Extracted records START
import type { Request, RequestHandler, Response } from 'express';
import { ipKeyGenerator, rateLimit } from 'express-rate-limit';
import { run } from './body.ts';
import { TooMany } from './problems.ts';

export interface RateLimitSettings {
  /** Requests a minute. */
  readonly perAddress: number;
  readonly perPerson: number;
  readonly perOrganisation: number;
  /** Off in most tests, which call far more often than a person. */
  readonly enabled: boolean;
}

export const ordinaryLimits: RateLimitSettings = {
  perAddress: 3000,
  perPerson: 1200,
  perOrganisation: 6000,
  enabled: true,
};

interface Caller {
  readonly userId: string;
  readonly organisationId: string;
}

/** Counters by address, person and organisation, so that one organisation cannot take the service from another. */
export class RateLimits {
  private readonly address: RequestHandler;
  private readonly person: RequestHandler;
  private readonly organisation: RequestHandler;
  private readonly ofRoute = new Map<string, RequestHandler>();

  constructor(private readonly settings: RateLimitSettings) {
    this.address = limiter(settings.perAddress, 60, (req) => addressOf(req));
    this.person = limiter(settings.perPerson, 60, (_req, res) => callerOf(res)?.userId ?? '');
    this.organisation = limiter(
      settings.perOrganisation,
      60,
      (_req, res) => callerOf(res)?.organisationId ?? '',
    );
  }

  async beforeSignIn(req: Request, res: Response): Promise<void> {
    if (this.settings.enabled) await run(this.address, req, res);
  }

  async afterSignIn(req: Request, res: Response): Promise<void> {
    if (!this.settings.enabled || !callerOf(res)) return;
    await run(this.person, req, res);
    await run(this.organisation, req, res);
  }

  async ofOne(
    name: string,
    limit: { max: number; seconds: number },
    req: Request,
    res: Response,
  ): Promise<void> {
    if (!this.settings.enabled) return;
    let known = this.ofRoute.get(name);
    if (!known) {
      known = limiter(
        limit.max,
        limit.seconds,
        (request, response) => callerOf(response)?.userId ?? addressOf(request),
      );
      this.ofRoute.set(name, known);
    }
    await run(known, req, res);
  }
}

function limiter(
  max: number,
  seconds: number,
  keyGenerator: (req: Request, res: Response) => string,
): RequestHandler {
  return rateLimit({
    windowMs: seconds * 1000,
    limit: max,
    keyGenerator,
    standardHeaders: false,
    legacyHeaders: false,
    validate: false,
    handler: (req, _res, next) => {
      const info = (req as Request & { rateLimit?: { resetTime?: Date } }).rateLimit;
      const wait = info?.resetTime ? Math.ceil((info.resetTime.getTime() - Date.now()) / 1000) : seconds;
      next(new TooMany(Math.max(1, wait)));
    },
  });
}

function addressOf(req: Request): string {
  return ipKeyGenerator(req.ip ?? '');
}

function callerOf(res: Response): Caller | undefined {
  return res.locals.actor as Caller | undefined;
}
Extracted records END
What is needed:
Tell how many lines of the records above contain "from", replying with the number only.

Exercise output:
5